General Standard. Members who accept orders must adopt and enforce written procedures reasonably designed to prevent customers from entering into trades that create undue financial risks for the Member or the Member's other customers4.

Pre-Execution Controls. An AORS should allow the Member to set limits for each customer based on commodity, quantity, and type of order (e.g., new positions versus liquidating orders) or based on margin requirements. It should allow the Member to impose limits pre-execution and to automatically block any orders that exceed those limits.

The Member does not have to impose pre-execution controls on all customers, however.
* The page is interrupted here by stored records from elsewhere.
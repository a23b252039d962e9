/**
 * What each model search (SeriesInput.modelSearch) tries, in one place.
 *
 * - fast (default): the registry's default pool, one holdout origin, five calibration
 *   fits of the winner (select/calibrate.ts); the interval measures of the holdout only
 *   for the chosen model.
 * - thorough: the default pool plus THOROUGH_EXTRA, at least three rolling holdout origins
 *   (more if the request sets more), up to 24 calibration fits over horizon + 12 origins,
 *   and the interval measures for every candidate. Costs and gains: bench/RESULTS.md
 *   (bench:competition --mode thorough).
 */
import type { ModelSearch, ModelSpec } from '../types.js'
import type { CalibrationBudget } from './calibrate.js'

/**
 * Models only the thorough search tries, after the default pool. Empty in this build:
 * every model the engine has is in the default pool already. Slower model families join
 * here (one line each) when they are too costly for the nightly default.
 */
export const THOROUGH_EXTRA: readonly ModelSpec[] = []

export interface SearchSettings {
  /** Fewest rolling holdout origins (a request may set more). */
  readonly holdoutOrigins: number
  readonly calibration: CalibrationBudget
  /** Interval measures (msis, pinball) for every candidate, not only the chosen one. */
  readonly intervalScoresForAll: boolean
}

export const SEARCH: Readonly<Record<ModelSearch, SearchSettings>> = {
  fast: { holdoutOrigins: 1, calibration: { extra: 2, maxFits: 5 }, intervalScoresForAll: false },
  thorough: { holdoutOrigins: 3, calibration: { extra: 12, maxFits: 24 }, intervalScoresForAll: true },
}
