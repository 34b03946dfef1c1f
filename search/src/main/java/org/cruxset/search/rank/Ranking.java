package org.cruxset.search.rank;

import java.util.ArrayList;
import java.util.List;
import java.util.Locale;
import java.util.Objects;
import org.cruxset.scoring.cohort.Atlas;
import org.cruxset.scoring.lesion.LesionSpec;
import org.cruxset.scoring.lesion.RegionSet;

/**
 * Units (regions, or {@code network:NAME} groups) in order of importance, most important first, with a value each and
 * the name of what produced it. {@code complete} says whether every unit of its kind is ranked; {@code part} which
 * held-out part it was computed on ({@code search}, {@code confirmation} or {@code all}); {@code meaning} what the
 * values are. Every producer writes this type and every consumer reads it ({@link RankingFile} is its TSV form).
 */
public record Ranking(Kind kind, List<String> units, List<Double> values, List<String> sources, boolean complete,
                      String part, String meaning) {
    /** What the units are. */
    public enum Kind {
        REGIONS, NETWORKS;

        /** The spelling in files. */
        public String label() {
            return name().toLowerCase(Locale.ROOT);
        }
    }

    public Ranking {
        Objects.requireNonNull(kind, "kind");
        units = List.copyOf(units);
        values = List.copyOf(values);
        sources = List.copyOf(sources);
        Objects.requireNonNull(part, "part");
        Objects.requireNonNull(meaning, "meaning");
        if (values.size() != units.size() || sources.size() != units.size()) {
            throw new IllegalArgumentException("a ranking needs one value and one source per unit: " + units.size()
                    + " units, " + values.size() + " values, " + sources.size() + " sources");
        }
        if (units.stream().distinct().count() != units.size()) {
            throw new IllegalArgumentException("a ranking lists each unit once, found duplicates in " + units);
        }
    }

    /** Number of units. */
    public int size() {
        return units.size();
    }

    /** The atlas-position sets of the prefixes of length 1 .. size(), nested, each the union of its units. */
    public List<RegionSet> prefixes(Atlas atlas) {
        return prefixes(units, atlas);
    }

    /** The atlas-position sets of the prefixes of {@code units} (names or {@code network:NAME}), nested. */
    public static List<RegionSet> prefixes(List<String> units, Atlas atlas) {
        List<RegionSet> out = new ArrayList<>(units.size());
        RegionSet acc = RegionSet.empty(atlas.size());
        for (String u : units) {
            acc = acc.union(LesionSpec.parse(u, atlas));
            out.add(acc);
        }
        return out;
    }
}
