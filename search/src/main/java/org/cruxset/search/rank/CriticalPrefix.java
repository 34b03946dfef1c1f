package org.cruxset.search.rank;

import java.util.ArrayList;
import java.util.List;
import java.util.TreeMap;
import org.cruxset.scoring.eval.LesionScorer;
import org.cruxset.scoring.eval.SetScore;
import org.cruxset.scoring.lesion.RegionSet;
import org.cruxset.search.SearchContext;

/**
 * The smallest critical prefix of a ranking: the smallest k whose first k units, lesioned together, are critical.
 * Accuracy along a ranking need not fall monotonically (lesioning one more region can raise it), so the answer is
 * found by an exponential search (prefixes 1, 2, 4, ... and the whole ranking, one batch) then a binary search
 * between the last non-critical and the first critical length, and verified: prefix k was scored critical and
 * prefix k − 1 non-critical. Every non-monotone step seen among the scored prefixes is reported; where there is one,
 * a shorter critical prefix than k cannot be ruled out.
 */
public final class CriticalPrefix {
    private CriticalPrefix() {
    }

    /** A scored prefix length. */
    public record Point(int length, SetScore score, boolean critical) {
    }

    /**
     * What was found: {@code length} (−1 when even the whole ranking is not critical), its set (null then), every
     * prefix scored, and notes where the curve was seen to be non-monotone.
     */
    public record Result(int length, RegionSet set, List<Point> scored, List<String> nonMonotone) {
        public Result {
            scored = List.copyOf(scored);
            nonMonotone = List.copyOf(nonMonotone);
        }

        /** Whether the prefix curve was seen to be non-monotone. */
        public boolean monotoneAsSeen() {
            return nonMonotone.isEmpty();
        }
    }

    /**
     * Finds the smallest critical prefix among {@code prefixes} (model-input sets, nested, prefix k at index k − 1).
     */
    public static Result find(SearchContext ctx, List<RegionSet> prefixes) {
        int m = prefixes.size();
        if (m == 0) {
            throw new IllegalArgumentException("an empty ranking has no critical prefix");
        }
        TreeMap<Integer, Point> seen = new TreeMap<>();
        List<Integer> lengths = new ArrayList<>();
        for (int k = 1; k < m; k *= 2) {
            lengths.add(k);
        }
        lengths.add(m);
        List<RegionSet> batch = new ArrayList<>();
        for (int k : lengths) {
            batch.add(prefixes.get(k - 1));
        }
        List<LesionScorer.Scored> scored = ctx.score(batch);
        for (int i = 0; i < lengths.size(); i++) {
            SetScore s = scored.get(i).score();
            seen.put(lengths.get(i), new Point(lengths.get(i), s, ctx.critical(s)));
        }
        int hi = -1;
        int lo = 0;
        for (int k : lengths) {
            if (seen.get(k).critical()) {
                hi = k;
                break;
            }
            lo = k;
        }
        if (hi < 0) {
            return new Result(-1, null, List.copyOf(seen.values()), notes(seen));
        }
        while (hi - lo > 1) {
            int mid = (lo + hi) >>> 1;
            SetScore s = ctx.score(prefixes.get(mid - 1)).score();
            boolean critical = ctx.critical(s);
            seen.put(mid, new Point(mid, s, critical));
            if (critical) {
                hi = mid;
            } else {
                lo = mid;
            }
        }
        return new Result(hi, prefixes.get(hi - 1), List.copyOf(seen.values()), notes(seen));
    }

    private static List<String> notes(TreeMap<Integer, Point> seen) {
        List<String> out = new ArrayList<>();
        Point prev = null;
        Point lastCritical = null;
        for (Point p : seen.values()) {
            if (prev != null && p.score().accuracy() > prev.score().accuracy()) {
                out.add(String.format("accuracy rose from %.3f at prefix %d to %.3f at prefix %d", prev.score().accuracy(),
                        prev.length(), p.score().accuracy(), p.length()));
            }
            if (lastCritical != null && !p.critical()) {
                out.add("prefix " + lastCritical.length() + " is critical but the longer prefix " + p.length() + " is not");
            }
            if (p.critical()) {
                lastCritical = p;
            }
            prev = p;
        }
        return out;
    }
}
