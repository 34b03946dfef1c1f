package org.cruxset.search.rank;

import java.util.ArrayList;
import java.util.Arrays;
import java.util.List;
import java.util.SplittableRandom;
import org.cruxset.scoring.cohort.Atlas;
import org.cruxset.scoring.eval.LesionScorer;
import org.cruxset.scoring.eval.SetScore;
import org.cruxset.scoring.lesion.RegionSet;
import org.cruxset.search.SearchContext;

/**
 * Deletion and insertion curves of a ranking: the score with its top k units lesioned (deletion), and with every
 * unit but its top k lesioned (insertion), at grid points k, with a null band from random orders of the same units
 * (seeded) and the ranking's smallest critical prefix ({@link CriticalPrefix}). Every set is scored through the
 * search context, so the budget bounds the whole curve and every score is kept in the store.
 */
public final class DeletionCurve {
    /** Lower and upper quantiles of the null band. */
    public static final double BAND_LOW = 0.05;
    public static final double BAND_HIGH = 0.95;

    /**
     * One grid point: k, the deletion score and whether it is critical, the insertion score (null when not asked),
     * and the null band's 5%, 50% and 95% accuracy (NaN without random orders).
     */
    public record Point(int k, SetScore deletion, boolean deletionCritical, SetScore insertion, double nullLow,
                        double nullMedian, double nullHigh) {
    }

    /**
     * The curve: its points, the smallest critical prefix (found on the scored prefixes), the number of random
     * orders behind the band, and the area between the band's median and the deletion curve (trapezoid rule over k,
     * in accuracy × units; positive when the ranking's curve lies below the median) and that area over the k range.
     */
    public record Result(List<Point> points, CriticalPrefix.Result prefix, int nullOrders, double area, double meanGap) {
        public Result {
            points = List.copyOf(points);
        }
    }

    private DeletionCurve() {
    }

    /**
     * Parses a grid: {@code all} (1..units), {@code A:B} (every k from A to B) or {@code A:B:S} (step S), or a
     * comma-separated list of k; values above {@code units} are dropped.
     */
    public static int[] grid(String spec, int units) {
        String s = spec.trim();
        List<Integer> out = new ArrayList<>();
        try {
            if (s.equals("all")) {
                for (int k = 1; k <= units; k++) {
                    out.add(k);
                }
            } else if (s.contains(":")) {
                String[] p = s.split(":");
                if (p.length < 2 || p.length > 3) {
                    throw new NumberFormatException();
                }
                int a = Integer.parseInt(p[0].trim());
                int b = Integer.parseInt(p[1].trim());
                int step = p.length == 3 ? Integer.parseInt(p[2].trim()) : 1;
                if (a < 1 || b < a || step < 1) {
                    throw new IllegalArgumentException("grid '" + spec + "': expected 1 <= A <= B and a step of at least 1");
                }
                for (int k = a; k <= Math.min(b, units); k += step) {
                    out.add(k);
                }
            } else {
                for (String v : s.split(",")) {
                    int k = Integer.parseInt(v.trim());
                    if (k < 1) {
                        throw new IllegalArgumentException("grid '" + spec + "': k must be at least 1, found " + k);
                    }
                    if (k <= units) {
                        out.add(k);
                    }
                }
            }
        } catch (NumberFormatException e) {
            throw new IllegalArgumentException("grid '" + spec + "': expected all, A:B, A:B:STEP or a list like 1,2,5");
        }
        int[] g = out.stream().mapToInt(Integer::intValue).distinct().sorted().toArray();
        if (g.length == 0) {
            throw new IllegalArgumentException("grid '" + spec + "' has no k between 1 and the ranking's " + units + " units");
        }
        return g;
    }

    /**
     * Scores the curve of {@code ranking} on {@code grid}, its insertion curve when {@code insertion}, and
     * {@code nullOrders} random orders of its units drawn from {@code seed}.
     */
    public static Result run(SearchContext ctx, Ranking ranking, Atlas atlas, int[] grid, boolean insertion,
                             int nullOrders, long seed) {
        List<RegionSet> prefixes = inputPrefixes(ctx, ranking.units(), atlas);
        RegionSet all = RegionSet.all(ctx.regions());
        List<RegionSet> batch = new ArrayList<>();
        for (int k : grid) {
            batch.add(prefixes.get(k - 1));
        }
        List<LesionScorer.Scored> deletion = ctx.score(batch);
        List<LesionScorer.Scored> inserted = null;
        if (insertion) {
            List<RegionSet> ins = new ArrayList<>();
            for (int k : grid) {
                ins.add(all.minus(prefixes.get(k - 1)));
            }
            inserted = ctx.score(ins);
        }
        double[][] nullAcc = new double[grid.length][nullOrders];
        SplittableRandom rng = new SplittableRandom(seed);
        for (int r = 0; r < nullOrders; r++) {
            List<String> shuffled = new ArrayList<>(ranking.units());
            for (int i = shuffled.size() - 1; i > 0; i--) {
                int j = rng.nextInt(i + 1);
                String t = shuffled.get(i);
                shuffled.set(i, shuffled.get(j));
                shuffled.set(j, t);
            }
            List<RegionSet> p = inputPrefixes(ctx, shuffled, atlas);
            List<RegionSet> b = new ArrayList<>();
            for (int k : grid) {
                b.add(p.get(k - 1));
            }
            List<LesionScorer.Scored> s = ctx.score(b);
            for (int g = 0; g < grid.length; g++) {
                nullAcc[g][r] = s.get(g).score().accuracy();
            }
        }
        CriticalPrefix.Result prefix = CriticalPrefix.find(ctx, prefixes);
        List<Point> points = new ArrayList<>();
        double area = 0;
        for (int g = 0; g < grid.length; g++) {
            SetScore d = deletion.get(g).score();
            double lo = Double.NaN;
            double med = Double.NaN;
            double hi = Double.NaN;
            if (nullOrders > 0) {
                double[] v = nullAcc[g].clone();
                Arrays.sort(v);
                lo = org.cruxset.scoring.stats.ClusteredStats.quantile(v, BAND_LOW);
                med = org.cruxset.scoring.stats.ClusteredStats.quantile(v, 0.5);
                hi = org.cruxset.scoring.stats.ClusteredStats.quantile(v, BAND_HIGH);
            }
            points.add(new Point(grid[g], d, ctx.critical(d), inserted == null ? null : inserted.get(g).score(), lo,
                    med, hi));
            if (g > 0 && nullOrders > 0) {
                Point a = points.get(g - 1);
                Point b = points.get(g);
                area += (b.k() - a.k()) * ((a.nullMedian() - a.deletion().accuracy())
                        + (b.nullMedian() - b.deletion().accuracy())) / 2;
            }
        }
        if (nullOrders > 0 && grid.length == 1) {
            area = points.get(0).nullMedian() - points.get(0).deletion().accuracy();
        }
        double range = grid.length == 1 ? 1 : grid[grid.length - 1] - grid[0];
        return new Result(points, prefix, nullOrders, nullOrders > 0 ? area : Double.NaN,
                nullOrders > 0 ? area / range : Double.NaN);
    }

    /**
     * At most the sets scored: the curve's own and {@code nullOrders} random orders on a grid of {@code gridPoints},
     * plus the prefixes off the grid that the smallest-critical-prefix search may score (twice log2 of the units).
     */
    public static long cost(int gridPoints, boolean insertion, int nullOrders, int units) {
        int search = 2 * (32 - Integer.numberOfLeadingZeros(Math.max(1, units)));
        return (long) gridPoints * (1 + (insertion ? 1 : 0) + nullOrders) + (gridPoints == units ? 0 : search);
    }

    private static List<RegionSet> inputPrefixes(SearchContext ctx, List<String> units, Atlas atlas) {
        List<RegionSet> out = new ArrayList<>();
        for (RegionSet atlasSet : Ranking.prefixes(units, atlas)) {
            out.add(ctx.session().toInputs(atlasSet));
        }
        return out;
    }
}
The Member should review the customer's sophistication, credit-worthiness, objectives, and trading practices when determining whether to impose controls pre-execution or post-execution and deciding what levels to use when setting limits.

Post-Execution Controls. For customers subject to post-execution controls, the system should give the Member the ability to monitor trading promptly and should generate alerts when limits are exceeded. The system should also allow the Member to block subsequent orders, either in their entirety or by kind (e.g., to block orders that create a new position or increase an existing position but not orders that liquidate some or all of an existing position).

"Fat-Finger" Protections. The system should contain protections against "fat-finger" errors. For example, some systems use a "two-click" approach that requires a customer to confirm the order before it is entered. When deciding whether to require a particular customer to use "fat-finger" protections, the Member should again consider the customer's sophistication, credit-worthiness, objectives, and trading practices.

Direct Access Systems. When authorizing (qualifying a customer for) use of a direct access system that does not allow the Member to monitor trading promptly, the Member should utilize available pre-execution controls to set pre-execution limits for each customer, regardless of the nature of the customer. Where the limits are set should be based on the customer's sophistication, credit-worthiness, objectives, trading practices. Members should also consider any other relevant information when deciding whether to authorize a customer to use a direct access system.

Review. Members should use AORSs in conjunction with their credit-review/risk-management systems and should evaluate the controls imposed on each customer as part of their regular credit and risk-control procedures.

* * *

NFA's Self-Examination Questionnaire has been revised to include the WebTrustSM/TM Self-Assessment Questionnaire for Availability that was developed (and copyrighted) by AICPA/CICA. Members will be required to review the AICPA/CICA questionnaire as part of their annual self-examination5.

NFA Compliance Rule 2-9 requires NFA Members to meet the standards for security, capacity, and credit and risk-management controls that are set out in this Interpretive Notice. It is NFA's policy to leave the exact form of supervision up to the Member, thereby providing the Member with flexibility to design procedures that are tailored to the Member's own situation.


1 AICPA/CICA is the American Institute of Certified Public Accountants and the Canadian Institute of Chartered Accountants.

2 An AORS may also be outside an IB Member's control if it is provided by the FCM.

3 Misrepresenting capacity or performance levels or other material information regarding a Member's order-routing system is a violation of NFA Compliance Rule 2-29.

4 NFA Compliance Rule 2-30 also requires Members to consider an individual customer's ability to accept risk.

5 See Interpretive Notice on Compliance Rule 2-9: Self-Audit Questionnaires, NFA Manual, 9020.